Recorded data
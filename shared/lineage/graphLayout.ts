import { type EdgeLabel, Graph, type GraphLabel, layout, type NodeLabel, type RankerFunction } from '@dagrejs/dagre';
import { withPorts } from './graphPorts';
import type { Side } from './parentShares';
import type { PedigreeEntry } from './pedigree';
import { type ShownGraph, shownGraph, type Undrawn } from './shownGraph';

/** A fish or a brood of the pedigree as it is to be drawn. */
export type GraphEntry = PedigreeEntry & { label: string; kind: 'fish' | 'brood' };

/** In the units of the drawing. `mark` is the room that the share of an uncertain parent takes on its line. */
export type GraphSizes = {
  node: { width: number; height: number };
  mark: { width: number; height: number };
  columnGap: number;
  rowGap: number;
};

export type GraphPoint = { x: number; y: number };

/** `x` and `y` are the middle; `row` counts from 0, the oldest. */
export type GraphNode = GraphPoint & {
  id: string;
  label: string;
  kind: 'fish' | 'brood';
  row: number;
  width: number;
  height: number;
  undrawn: Record<Side, Undrawn>;
};

/** A line from a parent down to its young; `share` is below 1 for a possible parent, and `mark` the place for that share. */
export type GraphEdge = {
  parent: string;
  child: string;
  side: Side;
  share: number;
  points: GraphPoint[];
  mark: GraphPoint | null;
};

export type LineageGraph = { width: number; height: number; nodes: GraphNode[]; edges: GraphEdge[] };

export const GRAPH_SIZES: GraphSizes = {
  node: { width: 104, height: 72 },
  mark: { width: 48, height: 20 },
  columnGap: 24,
  rowGap: 72,
};

/**
 * Places a pedigree for drawing, layer by layer with few crossings (Sugiyama's method, by @dagrejs/dagre): founders on top,
 * every fish below all its possible parents. Parents that are not among the entries are left out and their share told, so
 * any part of a pedigree can be drawn. The same entries give the same drawing. Throws what `kinship` throws.
 */
export function layoutLineage(entries: GraphEntry[], sizes: GraphSizes = GRAPH_SIZES): LineageGraph {
  const shown = shownGraph(entries);
  if (entries.length === 0) return { width: 0, height: 0, nodes: [], edges: [] };
  const names = new Map(entries.map(({ id }, index) => [id, `n${index}`]));
  const nameOf = (id: string) => names.get(id) ?? '';
  const graph = placed(shown, nameOf, sizes);
  const { width = 0, height = 0 } = graph.graph();
  const nodes = entries.map((entry) => drawnNode(entry, shown, graph.node(nameOf(entry.id))));
  const edges = shown.lines.map((line) => {
    const { points = [], x = 0, y = 0 } = graph.edge(nameOf(line.parent), nameOf(line.child), line.side);
    return { ...line, points: points.map(pointOf), mark: line.share < CERTAIN ? { x, y } : null };
  });
  return { width, height, nodes, edges: withPorts(nodes, edges) };
}

/** A share that misses 1 by rounding only is certain. */
const CERTAIN = 1 - 1e-9;

/** The ranker may be a function, which its types leave out. */
type RankedLabel = Pick<GraphLabel, 'width' | 'height' | 'rankdir' | 'nodesep' | 'edgesep' | 'ranksep'> & {
  ranker: RankerFunction;
};

function placed({ rows, lines }: ShownGraph, nameOf: (id: string) => string, sizes: GraphSizes) {
  const graph = new Graph<RankedLabel, NodeLabel, EdgeLabel>({ multigraph: true });
  const rowOf = new Map(Array.from(rows, ([id, row]) => [nameOf(id), row]));
  graph.setGraph({
    rankdir: 'TB',
    nodesep: sizes.columnGap,
    edgesep: sizes.columnGap / 3,
    ranksep: sizes.rowGap,
    // Lines carry marks, so the layout doubles every step from row to row.
    ranker: (ranked) => {
      for (const name of ranked.nodes()) ranked.node(name).rank = 2 * (rowOf.get(name) ?? 0);
    },
  });
  for (const id of rows.keys()) graph.setNode(nameOf(id), { ...sizes.node });
  for (const { parent, child, side, share } of lines) {
    const mark = share < CERTAIN ? sizes.mark : { width: 0, height: 0 };
    graph.setEdge(nameOf(parent), nameOf(child), { ...mark, labelpos: 'c' }, side);
  }
  layout(graph);
  return graph;
}

function drawnNode({ id, label, kind }: GraphEntry, { rows, undrawn }: ShownGraph, at: NodeLabel): GraphNode {
  const missing = undrawn.get(id) ?? { sire: NOTHING, dam: NOTHING };
  return {
    id,
    label,
    kind,
    row: rows.get(id) ?? 0,
    ...pointOf(at),
    width: at.width,
    height: at.height,
    undrawn: missing,
  };
}

const NOTHING: Undrawn = { unknown: 0, hidden: 0 };

const pointOf = ({ x = 0, y = 0 }: { x?: number; y?: number }): GraphPoint => ({ x, y });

## Task brief
Produce the records once again, exactly as they stand above.

## Answer space
filename shared/lineage/graphLayout.ts
import { type EdgeLabel, Graph, type GraphLabel, layout, type NodeLabel, type RankerFunction } from '@dagrejs/dagre';
import { withPorts } from './graphPorts';
import type { Side } from './parentShares';
import type { PedigreeEntry } from './pedigree';
import { type ShownGraph, shownGraph, type Undrawn } from './shownGraph';

/** A fish or a brood of the pedigree as it is to be drawn. */
export type GraphEntry = PedigreeEntry & { label: string; kind: 'fish' | 'brood' };

/** In the units of the drawing. `mark` is the room that the share of an uncertain parent takes on its line. */
export type GraphSizes = {
  node: { width: number; height: number };
  mark: { width: number; height: number };
  columnGap: number;
  rowGap: number;
};

export type GraphPoint = { x: number; y: number };

/** `x` and `y` are the middle; `row` counts from 0, the oldest. */
export type GraphNode = GraphPoint & {
  id: string;
  label: string;
  kind: 'fish' | 'brood';
  row: number;
  width: number;
  height: number;
  undrawn: Record<Side, Undrawn>;
};

/** A line from a parent down to its young; `share` is below 1 for a possible parent, and `mark` the place for that share. */
export type GraphEdge = {
  parent: string;
  child: string;
  side: Side;
  share: number;
  points: GraphPoint[];
  mark: GraphPoint | null;
};

export type LineageGraph = { width: number; height: number; nodes: GraphNode[]; edges: GraphEdge[] };

export const GRAPH_SIZES: GraphSizes = {
  node: { width: 104, height: 72 },
  mark: { width: 48, height: 20 },
  columnGap: 24,
  rowGap: 72,
};

/**
 * Places a pedigree for drawing, layer by layer with few crossings (Sugiyama's method, by @dagrejs/dagre): founders on top,
 * every fish below all its possible parents. Parents that are not among the entries are left out and their share told, so
 * any part of a pedigree can be drawn. The same entries give the same drawing. Throws what `kinship` throws.
 */
export function layoutLineage(entries: GraphEntry[], sizes: GraphSizes = GRAPH_SIZES): LineageGraph {
  const shown = shownGraph(entries);
  if (entries.length === 0) return { width: 0, height: 0, nodes: [], edges: [] };
  const names = new Map(entries.map(({ id }, index) => [id, `n${index}`]));
  const nameOf = (id: string) => names.get(id) ?? '';
  const graph = placed(shown, nameOf, sizes);
  const { width = 0, height = 0 } = graph.graph();
  const nodes = entries.map((entry) => drawnNode(entry, shown, graph.node(nameOf(entry.id))));
  const edges = shown.lines.map((line) => {
    const { points = [], x = 0, y = 0 } = graph.edge(nameOf(line.parent), nameOf(line.child), line.side);
    return { ...line, points: points.map(pointOf), mark: line.share < CERTAIN ? { x, y } : null };
  });
  return { width, height, nodes, edges: withPorts(nodes, edges) };
}

/** A share that misses 1 by rounding only is certain. */
const CERTAIN = 1 - 1e-9;

/** The ranker may be a function, which its types leave out. */
type RankedLabel = Pick<GraphLabel, 'width' | 'height' | 'rankdir' | 'nodesep' | 'edgesep' | 'ranksep'> & {
  ranker: RankerFunction;
};

function placed({ rows, lines }: ShownGraph, nameOf: (id: string) => string, sizes: GraphSizes) {
  const graph = new Graph<RankedLabel, NodeLabel, EdgeLabel>({ multigraph: true });
  const rowOf = new Map(Array.from(rows, ([id, row]) => [nameOf(id), row]));
  graph.setGraph({
    rankdir: 'TB',
    nodesep: sizes.columnGap,
    edgesep: sizes.columnGap / 3,
    ranksep: sizes.rowGap,
    // Lines carry marks, so the layout doubles every step from row to row.
    ranker: (ranked) => {
      for (const name of ranked.nodes()) ranked.node(name).rank = 2 * (rowOf.get(name) ?? 0);
    },
  });
  for (const id of rows.keys()) graph.setNode(nameOf(id), { ...sizes.node });
  for (const { parent, child, side, share } of lines) {
    const mark = share < CERTAIN ? sizes.mark : { width: 0, height: 0 };
    graph.setEdge(nameOf(parent), nameOf(child), { ...mark, labelpos: 'c' }, side);
  }
  layout(graph);
  return graph;
}

function drawnNode({ id, label, kind }: GraphEntry, { rows, undrawn }: ShownGraph, at: NodeLabel): GraphNode {
  const missing = undrawn.get(id) ?? { sire: NOTHING, dam: NOTHING };
  return {
    id,
    label,
    kind,
    row: rows.get(id) ?? 0,
    ...pointOf(at),
    width: at.width,
    height: at.height,
    undrawn: missing,
  };
}

const NOTHING: Undrawn = { unknown: 0, hidden: 0 };

const pointOf = ({ x = 0, y = 0 }: { x?: number; y?: number }): GraphPoint => ({ x, y });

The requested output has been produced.